**Saved entries**.
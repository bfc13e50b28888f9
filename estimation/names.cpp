#include "gainsay/estimation/names.h"

#include "gainsay/core/nearest_name.h"
#include "gainsay/core/simplify.h"
#include "gainsay/estimation/course.h"

#include <algorithm>
#include <functional>
#include <map>
#include <optional>
#include <utility>

namespace gainsay::estimation {
namespace {

using core::Expression;
using core::Failure;
using core::Result;
using Meanings = std::map<std::string, Expression, std::less<>>;

bool contains(const std::vector<std::string>& names, std::string_view name) {
  return std::find(names.begin(), names.end(), name) != names.end();
}

std::string quoted(std::string_view name) { return "'" + std::string(name) + "'"; }

}  // namespace

std::string particular(std::string_view name, std::string_view experiment) {
  if (experiment.empty()) return std::string(name);
  return std::string(name) + "[" + std::string(experiment) + "]";
}

Names::Names(const core::Hypothesis& hypothesis, std::span<const DeclaredUnknown> declared,
             std::span<const Experiment> experiments, const Experiment& experiment)
    : hypothesis_(hypothesis),
      declared_(declared),
      experiments_(experiments),
      experiment_(experiment) {}

Result<Expression> Names::over_time(const Expression& written, const std::string& where) const {
  Meanings meanings;
  for (const auto& name : core::symbols(written)) {
    if (name == "t" || core::find_species(hypothesis_, name)) continue;
    auto found = meaning(name, where);
    if (!found) return found.failure();
    meanings.emplace(name, *found);
  }
  return core::simplify(core::substitute(written, meanings));
}

Result<Expression> Names::at_time(const Expression& written, double time,
                                  const std::string& where) const {
  Meanings meanings{{"t", time}};
  for (const auto& name : core::symbols(written)) {
    if (core::find_species(hypothesis_, name))
      return failure(where + " uses the species " + quoted(name),
                     "knowns, unknowns and inputs: species have no value before the beginning",
                     "write it without " + quoted(name));
    if (const auto* course = find_course(experiment_, name);
        course && contains(hypothesis_.inputs, name))
      meanings.emplace(name, value_at(*course, time));
  }
  return over_time(core::substitute(written, meanings), where);
}

Result<Expression> Names::meaning(const std::string& name, const std::string& where) const {
  if (contains(hypothesis_.unknowns, name)) {
    const auto declared = std::find_if(declared_.begin(), declared_.end(),
                                       [&](const auto& each) { return each.unknown.name == name; });
    if (declared == declared_.end())
      return failure("the unknown " + quoted(name) + " has no range", "a range to search it in",
                     "add '" + name + " = [low, high]' under [unknowns]");
    if (experiment_.knowns.contains(name))
      return failure("the experiment gives a value to " + quoted(name) + ", which is an unknown",
                     "a known: an experiment replaces knowns, never unknowns",
                     "make " + quoted(name) + " a known of the hypothesis, or rename one of them");
    return Expression::symbol(declared->per_experiment ? particular(name, experiment_.name) : name);
  }
  if (const auto known = experiment_.knowns.find(name); known != experiment_.knowns.end())
    return Expression(known->second);
  if (const auto known = hypothesis_.knowns.find(name); known != hypothesis_.knowns.end())
    return Expression(known->second);
  if (contains(hypothesis_.inputs, name)) return meaning_of_input(name, where);
  return without_meaning(name, where);
}

Result<Expression> Names::meaning_of_input(const std::string& name,
                                           const std::string& where) const {
  const InputCourse* course = find_course(experiment_, name);
  if (!course)
    return failure("the input " + quoted(name) + ", used in " + where + ", is not set",
                   "a value for each input that a hypothesis uses",
                   "add it under [inputs] of the experiment, or give it an 'otherwise' under "
                   "[inputs] of study.toml");
  if (is_constant(*course, experiment_.begins))
    return Expression(value_at(*course, experiment_.begins));
  return Expression::symbol(name);
}

Failure Names::without_meaning(const std::string& name, const std::string& where) const {
  const auto giver = std::find_if(experiments_.begin(), experiments_.end(),
                                  [&](const auto& each) { return each.knowns.contains(name); });
  if (giver != experiments_.end())
    return failure(
        "the known " + quoted(name) + ", used in " + where + ", is not given",
        "a value from each experiment, as " + quoted(giver->name) + " gives one",
        "add 'knowns." + name +
            " = ...' to the experiment, or a value for all under [knowns] of study.toml");
  std::string expected =
      "a species, reaction, compartment, known, unknown or input of this hypothesis, or a name "
      "under its [where]";
  if (const auto nearest = core::nearest_name(name, all_names()))
    expected += "; nearest known name: " + quoted(*nearest);
  return failure(quoted(name) + ", used in " + where + ", means nothing in this hypothesis",
                 expected,
                 "correct the name, or give the hypothesis a meaning for it under [where]");
}

std::vector<std::string> Names::all_names() const {
  std::vector<std::string> names;
  for (const auto& species : hypothesis_.species) names.push_back(species.name);
  for (const auto& compartment : hypothesis_.compartments) names.push_back(compartment.name);
  for (const auto& reaction : hypothesis_.reactions) names.push_back(reaction.name);
  for (const auto& definition : hypothesis_.definitions) names.push_back(definition.name);
  for (const auto& known : hypothesis_.knowns) names.push_back(known.first);
  for (const auto& known : experiment_.knowns) names.push_back(known.first);
  names.insert(names.end(), hypothesis_.unknowns.begin(), hypothesis_.unknowns.end());
  names.insert(names.end(), hypothesis_.inputs.begin(), hypothesis_.inputs.end());
  return names;
}

Failure Names::failure(std::string what, std::string expected, std::string to_do) const {
  const std::string with =
      experiment_.name.empty() ? "" : " with experiment " + quoted(experiment_.name);
  return {"hypothesis " + quoted(hypothesis_.title) + with + ": " + std::move(what),
          std::move(expected), std::move(to_do), std::nullopt};
}

}  // namespace gainsay::estimation
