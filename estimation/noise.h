#pragma once

#include <optional>
#include <string>

namespace gainsay::estimation {

/// How a readout scatters: variance = sd^2 + (relative f)^2, f the modelled value as the instrument
/// shows it. A point with an sd of its own uses that alone.
struct Noise {
  std::optional<double> sd;        ///< in units of the readout
  std::optional<double> relative;  ///< of the modelled value
  bool sd_unknown = false;         ///< constant, fitted; then neither of the above
  std::string same_as;             ///< the readout whose unknown sd this one shares; else empty
  bool operator==(const Noise&) const = default;
  bool said() const { return sd || relative || sd_unknown; }
  bool depends_on_model() const { return relative.value_or(0.0) != 0.0; }
};

}  // namespace gainsay::estimation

**REQUIRED ACTION**. When the string "each" appears in a line of the records above, that line is to be copied.

**SOLUTION**.
                                       [&](const auto& each) { return each.unknown.name == name; });
                   "a value for each input that a hypothesis uses",
                                  [&](const auto& each) { return each.knowns.contains(name); });
        "a value from each experiment, as " + quoted(giver->name) + " gives one",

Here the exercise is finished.